Repeat the entries that follow from start to finish, keeping every character.

# # #

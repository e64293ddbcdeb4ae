"""Gaussian smoothing with mirrored edges: the one Gaussian of the cascade's filter banks.

The filter banks spend most of their time here, so the in-plane passes run on OpenCV's SIMD
separable filter, about 3x faster than ``scipy.ndimage.gaussian_filter`` on these scales, and
equal to it within float32 rounding (about 1e-4 grey levels on a 0-255 image: OpenCV sums in
float32, scipy in float64). The z pass of a volume stays with scipy.

Block-wise prediction relies on two exact properties of the smoothing: a pixel's value does not
depend on where the image starts (translation), and smoothing a mirrored image gives the mirror
of the smoothed image. OpenCV's column filter adds the two pixels a symmetric kernel weighs
equally before multiplying, so it is exact under mirroring along its axis; but the columns of
a row's tail, past the last full SIMD step, take a scalar path that rounds differently. So both
axes are smoothed as columns (the second pass on the transposed image) in arrays padded to a
width of whole SIMD steps (:data:`_LANES`); the padding is cut off after each pass.
"""

import math

import cv2
import numpy as np
from scipy import ndimage

from tessera.errors import TesseraInputError

TRUNCATE = 4.0  # kernel radius int(TRUNCATE σ + 0.5), as scipy.ndimage.gaussian_filter
# A multiple of every SIMD step of OpenCV's column filter (4 to 64 float32 lanes per loop).
_LANES = 64
_IDENTITY = np.ones(1, np.float32)

# Jobs and benchmarks are parallel by processes: OpenCV's own thread pool would only compete
# for the cores a job was given.
cv2.setNumThreads(1)


def kernel_radius(sigma):
    """Radius in pixels of the Gaussian kernel of `sigma` (0 for σ = 0).

    Examples
    --------
    >>> kernel_radius(1.6), kernel_radius(0.0)
    (6, 0)
    """
    return int(TRUNCATE * float(sigma) + 0.5)


def gaussian_weights(sigma):
    """The normalised 1D kernel of `sigma` (float64, length 2 r + 1 with r = kernel_radius).

    The same weights as ``scipy.ndimage.gaussian_filter`` uses for ``truncate=4``.

    Examples
    --------
    >>> w = gaussian_weights(0.7)
    >>> w.size, round(float(w.sum()), 12), int(w.argmax())
    (7, 1.0, 3)
    """
    radius = kernel_radius(sigma)
    if sigma <= 0:
        return np.ones(1)
    x = np.arange(-radius, radius + 1, dtype=np.float64)
    w = np.exp(-0.5 * (x / sigma) ** 2)
    return w / w.sum()


def _padded(side):
    return -(-side // _LANES) * _LANES


def _smooth_columns(rows, sigma):
    """Smooth the C-contiguous 2D float32 array `rows` along axis 0, in place."""
    if sigma > 0:
        kernel = gaussian_weights(sigma).astype(np.float32)
        cv2.sepFilter2D(rows, -1, _IDENTITY, kernel, dst=rows, borderType=cv2.BORDER_REFLECT)


def _smooth_plane(plane, sigma_y, sigma_x, times=None):
    """`plane` (times `times`, when given) smoothed along y, then along x as the columns of its
    transpose (module notes).

    Both sides are padded to whole SIMD steps once, so after the transpose the x pass also
    runs on whole steps; the padding's rows are never inside a pass (only its columns are,
    which a column filter keeps apart)."""
    h, w = plane.shape
    buffer = np.empty((_padded(h), _padded(w)), np.float32)
    # only the padding is zeroed: the plane's own part is written over at once
    buffer[h:] = 0
    buffer[:h, w:] = 0
    if times is None:
        buffer[:h, :w] = plane
    else:  # the product made where it is smoothed, not in an array of its own first
        np.multiply(plane, times, out=buffer[:h, :w])
    _smooth_columns(buffer[:h], sigma_y)
    if sigma_x <= 0:
        return buffer[:h, :w].copy()
    turned = cv2.transpose(buffer)
    del buffer
    _smooth_columns(turned[:w], sigma_x)
    return cv2.transpose(turned[:w])[:h]


def gaussian_smooth(image, sigma, *, times=None):
    """`image` smoothed by a Gaussian of `sigma` pixels per axis, edges mirrored.

    Parameters
    ----------
    image : (M, N) or (P, M, N) ndarray
        Any real dtype; smoothed in float32.
    sigma : float or sequence of float
        σ per axis (z y x), or one σ for all; 0 leaves an axis alone.
    times : ndarray, optional
        Smooth the product ``image * times`` (float32, same shape), as the structure tensor
        does with gradients; a 2D product is made in the smoothing's own buffer.

    Returns
    -------
    ndarray of float32
        The shape of `image`. Equal to ``scipy.ndimage.gaussian_filter(image, sigma,
        mode="reflect", truncate=4)`` within float32 rounding.

    Examples
    --------
    >>> from scipy import ndimage
    >>> image = np.random.default_rng(0).random((40, 50)).astype(np.float32) * 255
    >>> ours = gaussian_smooth(image, 2.5)
    >>> reference = ndimage.gaussian_filter(image, 2.5, mode="reflect", truncate=4.0)
    >>> bool(np.abs(ours - reference).max() < 1e-3)
    True
    """
    data = np.asarray(image, dtype=np.float32)
    if times is not None:
        times = np.asarray(times, dtype=np.float32)
        if times.shape != data.shape:
            raise TesseraInputError(f"times must have the shape {data.shape}, got {times.shape}")
    if data.ndim not in (2, 3) or data.size == 0:
        raise TesseraInputError(f"can only smooth a non-empty 2D or 3D image, got {data.shape}")
    sigmas = [float(sigma)] * data.ndim if np.isscalar(sigma) else [float(s) for s in sigma]
    if len(sigmas) != data.ndim or any(not math.isfinite(s) or s < 0 for s in sigmas):
        raise TesseraInputError(f"sigma must be {data.ndim} numbers >= 0, got {sigma!r}")
    if data.ndim == 2:
        return _smooth_plane(data, *sigmas, times=times)
    if times is not None:
        data = data * times
    if sigmas[0] > 0:
        data = ndimage.gaussian_filter1d(data, sigmas[0], axis=0, mode="reflect", truncate=TRUNCATE)
    return np.stack([_smooth_plane(plane, *sigmas[1:]) for plane in data])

# # #

ANSWER SPACE -
repository e64293ddbcdeb4ae
"""Gaussian smoothing with mirrored edges: the one Gaussian of the cascade's filter banks.

The filter banks spend most of their time here, so the in-plane passes run on OpenCV's SIMD
separable filter, about 3x faster than ``scipy.ndimage.gaussian_filter`` on these scales, and
equal to it within float32 rounding (about 1e-4 grey levels on a 0-255 image: OpenCV sums in
float32, scipy in float64). The z pass of a volume stays with scipy.

Block-wise prediction relies on two exact properties of the smoothing: a pixel's value does not
depend on where the image starts (translation), and smoothing a mirrored image gives the mirror
of the smoothed image. OpenCV's column filter adds the two pixels a symmetric kernel weighs
equally before multiplying, so it is exact under mirroring along its axis; but the columns of
a row's tail, past the last full SIMD step, take a scalar path that rounds differently. So both
axes are smoothed as columns (the second pass on the transposed image) in arrays padded to a
width of whole SIMD steps (:data:`_LANES`); the padding is cut off after each pass.
"""

import math

import cv2
import numpy as np
from scipy import ndimage

from tessera.errors import TesseraInputError

TRUNCATE = 4.0  # kernel radius int(TRUNCATE σ + 0.5), as scipy.ndimage.gaussian_filter
# A multiple of every SIMD step of OpenCV's column filter (4 to 64 float32 lanes per loop).
_LANES = 64
_IDENTITY = np.ones(1, np.float32)

# Jobs and benchmarks are parallel by processes: OpenCV's own thread pool would only compete
# for the cores a job was given.
cv2.setNumThreads(1)


def kernel_radius(sigma):
    """Radius in pixels of the Gaussian kernel of `sigma` (0 for σ = 0).

    Examples
    --------
    >>> kernel_radius(1.6), kernel_radius(0.0)
    (6, 0)
    """
    return int(TRUNCATE * float(sigma) + 0.5)


def gaussian_weights(sigma):
    """The normalised 1D kernel of `sigma` (float64, length 2 r + 1 with r = kernel_radius).

    The same weights as ``scipy.ndimage.gaussian_filter`` uses for ``truncate=4``.

    Examples
    --------
    >>> w = gaussian_weights(0.7)
    >>> w.size, round(float(w.sum()), 12), int(w.argmax())
    (7, 1.0, 3)
    """
    radius = kernel_radius(sigma)
    if sigma <= 0:
        return np.ones(1)
    x = np.arange(-radius, radius + 1, dtype=np.float64)
    w = np.exp(-0.5 * (x / sigma) ** 2)
    return w / w.sum()


def _padded(side):
    return -(-side // _LANES) * _LANES


def _smooth_columns(rows, sigma):
    """Smooth the C-contiguous 2D float32 array `rows` along axis 0, in place."""
    if sigma > 0:
        kernel = gaussian_weights(sigma).astype(np.float32)
        cv2.sepFilter2D(rows, -1, _IDENTITY, kernel, dst=rows, borderType=cv2.BORDER_REFLECT)


def _smooth_plane(plane, sigma_y, sigma_x, times=None):
    """`plane` (times `times`, when given) smoothed along y, then along x as the columns of its
    transpose (module notes).

    Both sides are padded to whole SIMD steps once, so after the transpose the x pass also
    runs on whole steps; the padding's rows are never inside a pass (only its columns are,
    which a column filter keeps apart)."""
    h, w = plane.shape
    buffer = np.empty((_padded(h), _padded(w)), np.float32)
    # only the padding is zeroed: the plane's own part is written over at once
    buffer[h:] = 0
    buffer[:h, w:] = 0
    if times is None:
        buffer[:h, :w] = plane
    else:  # the product made where it is smoothed, not in an array of its own first
        np.multiply(plane, times, out=buffer[:h, :w])
    _smooth_columns(buffer[:h], sigma_y)
    if sigma_x <= 0:
        return buffer[:h, :w].copy()
    turned = cv2.transpose(buffer)
    del buffer
    _smooth_columns(turned[:w], sigma_x)
    return cv2.transpose(turned[:w])[:h]


def gaussian_smooth(image, sigma, *, times=None):
    """`image` smoothed by a Gaussian of `sigma` pixels per axis, edges mirrored.

    Parameters
    ----------
    image : (M, N) or (P, M, N) ndarray
        Any real dtype; smoothed in float32.
    sigma : float or sequence of float
        σ per axis (z y x), or one σ for all; 0 leaves an axis alone.
    times : ndarray, optional
        Smooth the product ``image * times`` (float32, same shape), as the structure tensor
        does with gradients; a 2D product is made in the smoothing's own buffer.

    Returns
    -------
    ndarray of float32
        The shape of `image`. Equal to ``scipy.ndimage.gaussian_filter(image, sigma,
        mode="reflect", truncate=4)`` within float32 rounding.

    Examples
    --------
    >>> from scipy import ndimage
    >>> image = np.random.default_rng(0).random((40, 50)).astype(np.float32) * 255
    >>> ours = gaussian_smooth(image, 2.5)
    >>> reference = ndimage.gaussian_filter(image, 2.5, mode="reflect", truncate=4.0)
    >>> bool(np.abs(ours - reference).max() < 1e-3)
    True
    """
    data = np.asarray(image, dtype=np.float32)
    if times is not None:
        times = np.asarray(times, dtype=np.float32)
        if times.shape != data.shape:
            raise TesseraInputError(f"times must have the shape {data.shape}, got {times.shape}")
    if data.ndim not in (2, 3) or data.size == 0:
        raise TesseraInputError(f"can only smooth a non-empty 2D or 3D image, got {data.shape}")
    sigmas = [float(sigma)] * data.ndim if np.isscalar(sigma) else [float(s) for s in sigma]
    if len(sigmas) != data.ndim or any(not math.isfinite(s) or s < 0 for s in sigmas):
        raise TesseraInputError(f"sigma must be {data.ndim} numbers >= 0, got {sigma!r}")
    if data.ndim == 2:
        return _smooth_plane(data, *sigmas, times=times)
    if times is not None:
        data = data * times
    if sigmas[0] > 0:
        data = ndimage.gaussian_filter1d(data, sigmas[0], axis=0, mode="reflect", truncate=TRUNCATE)
    return np.stack([_smooth_plane(plane, *sigmas[1:]) for plane in data])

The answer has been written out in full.